Abstract
Uterine leiomyomata are common, affecting 70–80% of women between 30 and 50 years of age. Leiomyomata have been reported for a variety of primate species, although prevalence rates and treatments have not been widely reported. The prevalence, diagnosis, and treatment of uterine leiomyomata in the Alamogordo Primate Facility and the Keeling Center for Comparative Medicine and Research were examined. Uterine leiomyomata were diagnosed in 28.4% of chimpanzees with an average age at diagnosis of 30.4±8.0 years. Advanced age (>30 years) was related to an increase in leiomyomata and use of hormonal contraception was related to a decrease in leiomyomata. As the captive chimpanzee population ages, the incidence of leiomyomata among female chimpanzees will likely increase. The introduction of progesterone-based contraception for non-breeding research and zoological chimpanzees may reduce the development of leiomyomata. Finally, all chimpanzee facilities should institute aggressive screening programs and carefully consider treatment plans.

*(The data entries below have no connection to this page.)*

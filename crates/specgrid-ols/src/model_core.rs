//! What one model needs after its triangular factor is known: kept columns, coefficients,
//! R⁻¹ (scaled coordinates), residual sum of squares and the checks that refuse a model.

use crate::api::{FitOptions, ModelError, ModelSpec};
use crate::small_qr::{condition_estimate, condition_scratch, upper_inverse};

/// Per-model results that do not need a pass over the rows.
#[derive(Debug, Clone)]
pub(crate) struct CoreFit {
    /// Rows.
    pub n: usize,
    /// Outcome index.
    pub outcome: usize,
    /// Kept union columns, model order.
    pub kept: Vec<usize>,
    /// Dropped union columns, union order.
    pub dropped: Vec<usize>,
    /// Coefficients in data units, aligned with `kept`.
    pub coef: Vec<f64>,
    /// R⁻¹ of the unit-norm-scaled kept columns, k × k column-major.
    pub rinv: Vec<f64>,
    /// Column scales (2-norms) of the kept columns.
    pub scales: Vec<f64>,
    /// Residual sum of squares in data units.
    pub rss: f64,
    /// Positions (into `kept`) of the reported coefficients, in reporting order.
    pub reported: Vec<usize>,
    /// Whether the kept columns span the constant vector: a constant nonzero column, or e.g. a
    /// full set of indicators (centred R², Breusch–Pagan).
    pub has_constant: bool,
    /// Estimated 2-norm condition number of the scaled kept columns.
    pub condition: f64,
    /// Total sums of squares of the outcome.
    pub tss: ModelTss,
}

/// Centred and uncentred total sums of squares of one outcome.
#[derive(Debug, Clone, Copy)]
pub(crate) struct ModelTss {
    /// Σ(y − ȳ)² (two-pass).
    pub centred: f64,
    /// Σy².
    pub uncentred: f64,
}

impl ModelTss {
    /// Computes both sums for one outcome column.
    pub fn of(y: faer::ColRef<'_, f64>) -> ModelTss {
        let (mut n, mut sum, mut sq) = (0usize, 0.0, 0.0);
        for &v in y.iter() {
            n += 1;
            sum += v;
            sq += v * v;
        }
        let mean = sum / n.max(1) as f64;
        let centred = y.iter().map(|v| (v - mean) * (v - mean)).sum();
        ModelTss {
            centred,
            uncentred: sq,
        }
    }
}

impl CoreFit {
    /// Number of kept coefficients.
    pub fn k(&self) -> usize {
        self.kept.len()
    }

    /// Residual variance σ² = RSS/(n − k).
    pub fn sigma2(&self) -> f64 {
        self.rss / (self.n - self.k()) as f64
    }

    /// Row q of (X'X)⁻¹ in data units, written into `out` (k long):
    /// (X'X)⁻¹ = D⁻¹ R⁻¹R⁻ᵀ D⁻¹ with D the column scales.
    pub fn xtx_inv_row(&self, q: usize, out: &mut [f64]) {
        let k = self.k();
        for (l, o) in out[..k].iter_mut().enumerate() {
            // (R⁻¹R⁻ᵀ)[q, l] = Σ_c R⁻¹[q, c] R⁻¹[l, c]; R⁻¹ is upper, so c ≥ max(q, l).
            let s: f64 = (q.max(l)..k)
                .map(|c| self.rinv[q + c * k] * self.rinv[l + c * k])
                .sum();
            *o = s / (self.scales[q] * self.scales[l]);
        }
    }

    /// Classical variance of coefficient q: σ²·‖row q of R⁻¹‖²/s_q².
    pub fn classical_var(&self, q: usize) -> f64 {
        let k = self.k();
        let row: f64 = (q..k).map(|c| self.rinv[q + c * k].powi(2)).sum();
        self.sigma2() * row / (self.scales[q] * self.scales[q])
    }

    /// Classical covariance of coefficients q and l: σ²·(R⁻¹R⁻ᵀ)[q, l]/(s_q s_l); the diagonal
    /// is [`CoreFit::classical_var`] itself.
    pub fn classical_cov(&self, q: usize, l: usize) -> f64 {
        if q == l {
            return self.classical_var(q);
        }
        let k = self.k();
        let s: f64 = (q.max(l)..k)
            .map(|c| self.rinv[q + c * k] * self.rinv[l + c * k])
            .sum();
        self.sigma2() * s / (self.scales[q] * self.scales[l])
    }
}

/// The triangular factor of one model's scaled columns, from either route.
pub(crate) struct FactorParts<'a> {
    /// Positions into `model.columns` of the kept columns.
    pub kept_pos: &'a [usize],
    /// k × k upper-triangular factor of the kept scaled columns, column-major.
    pub r: &'a [f64],
    /// Q'y (scaled y), k long.
    pub qty: &'a [f64],
    /// ‖y − X b‖ in scaled-y units.
    pub resid_norm: f64,
    /// 2-norm of each model column (model order), 1 for an all-zero column.
    pub col_scales: &'a [f64],
    /// 2-norm of the outcome.
    pub y_scale: f64,
    /// Whether each model column (model order) is constant and nonzero.
    pub col_constant: &'a [bool],
    /// Total sums of squares of the outcome.
    pub tss: ModelTss,
    /// Sum of each model column (model order): X'u for the constant vector u (ones, or √ω
    /// for a weighted design).
    pub col_sums: &'a [f64],
    /// ‖u‖²: n, or Σω for a weighted design.
    pub ones_norm2: f64,
}

/// Relative squared distance of the ones vector from the column space below which the model
/// counts as containing a constant (a full indicator set without an explicit constant column).
const SPAN_TOL: f64 = 1e-10;

/// ‖Q_S'v‖² = ‖R⁻ᵀD⁻¹X_S'v‖² from `xtv` = X_S'v (data units, kept order): the squared length
/// of v's projection on the model's column space.
pub(crate) fn projected_sq_norm(rinv: &[f64], scales: &[f64], xtv: &[f64]) -> f64 {
    let k = scales.len();
    (0..k)
        .map(|c| {
            (0..=c)
                .map(|q| rinv[q + c * k] * xtv[q] / scales[q])
                .sum::<f64>()
                .powi(2)
        })
        .sum()
}

/// Whether the constant vector u lies in the span of the kept columns: ‖Q_S'u‖² equals ‖u‖²
/// then (`norm2`).
fn spans_ones(norm2: f64, rinv: &[f64], scales: &[f64], sums: &[f64]) -> bool {
    projected_sq_norm(rinv, scales, sums) >= norm2 * (1.0 - SPAN_TOL)
}

/// Builds a [`CoreFit`] from a factor, refusing models that cannot be given trustworthy numbers.
/// `scratch` is working space kept by the caller across models (the condition estimate's).
pub(crate) fn core_from_factor(
    n: usize,
    model: &ModelSpec,
    parts: &FactorParts<'_>,
    x_names: &[String],
    opts: &FitOptions,
    scratch: &mut Vec<f64>,
) -> Result<CoreFit, ModelError> {
    let k = parts.kept_pos.len();
    let kept: Vec<usize> = parts.kept_pos.iter().map(|&q| model.columns[q]).collect();
    let mut dropped: Vec<usize> = model
        .columns
        .iter()
        .copied()
        .filter(|c| !kept.contains(c))
        .collect();
    dropped.sort_unstable();
    if let Some(&t) = model.tracked.iter().find(|t| dropped.contains(t)) {
        return Err(ModelError::TrackedDropped {
            name: x_names[t].clone(),
        });
    }
    if k >= n {
        return Err(ModelError::NoResidualDf { n, k });
    }
    let mut rinv = vec![0.0; k * k];
    upper_inverse(parts.r, k, &mut rinv);
    scratch.resize(scratch.len().max(condition_scratch(k)), 0.0);
    let condition = condition_estimate(parts.r, &rinv, k, scratch);
    if condition.is_nan() || condition > opts.condition_limit {
        return Err(ModelError::IllConditioned {
            condition,
            limit: opts.condition_limit,
        });
    }
    let scales: Vec<f64> = parts
        .kept_pos
        .iter()
        .map(|&q| parts.col_scales[q])
        .collect();
    let coef: Vec<f64> = (0..k)
        .map(|q| {
            let b: f64 = (q..k).map(|c| rinv[q + c * k] * parts.qty[c]).sum();
            b * parts.y_scale / scales[q]
        })
        .collect();
    let has_constant = parts.kept_pos.iter().any(|&q| parts.col_constant[q]) || {
        let sums: Vec<f64> = parts.kept_pos.iter().map(|&q| parts.col_sums[q]).collect();
        spans_ones(parts.ones_norm2, &rinv, &scales, &sums)
    };
    let reported = if model.tracked.is_empty() {
        (0..k).collect()
    } else {
        model
            .tracked
            .iter()
            .map(|t| kept.iter().position(|c| c == t).expect("tracked is kept"))
            .collect()
    };
    Ok(CoreFit {
        n,
        outcome: model.outcome,
        kept,
        dropped,
        coef,
        rinv,
        scales,
        rss: (parts.resid_norm * parts.y_scale).powi(2),
        reported,
        has_constant,
        condition,
        tss: parts.tss,
    })
}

Keywords: fibroid, leiomyoma, tumor, chimpanzee, contraception
Introduction
Uterine leiomyomata are benign fibroid tumors that arise from the smooth-muscle cells of the uterus [Ryan et al., 2005]. Among women, uterine leiomyomata are largely asymptomatic and may occur in as many as 70–80% of women between 30 and 50 years of age [Ryan et al., 2005; Wise et al., 2004]. When symptomatic, the most common complaint is abnormally heavy or extended menstrual bleeding (i.e., menorrhagia) [Ryan et al., 2005]. Rarely, the tumors can also cause severe pelvic pain, uterine prolapse, and may complicate fertility in women [Ryan et al., 2005]. The incidence of leiomyomata increases with age and likelihood is also associated with a younger age at menarche and younger age of first birth [Faerstein et al., 2001a; Ross et al., 1986; Ryan et al., 2005; Wise et al., 2004]. Other risk factors include obesity, nulliparity, and greater than five years since last birth [Faerstein et al., 2001a; Luoto et al., 2000; Ross et al., 1986; Wise et al., 2004]. Traditional management of problematic uterine leiomyomata has been either myomectomy or hysterectomy [Jourdain et al., 1996]. Medical treatments for menorrhagia associated with leiomyomata include either progesterone based contraceptives (i.e., medroxyprogesterone acetate (Depo Provera©, Pfizer Pharmaceuticals, NY)) or gonadotropin releasing hormone agonists (Lupron Depot©, Abbot Laboratories, IL) [Jourdain et al., 1996]. Progesterones are highly cost-effective and can be used long-term to treat small- or moderate-sized myomas, however gonadotropin releasing hormone agonists are most successful for large myomas and should be used in combination with subsequent myomectomy and/or hysterectomy due to their high cost and the significant risk of side effects [Jourdain et al., 1996].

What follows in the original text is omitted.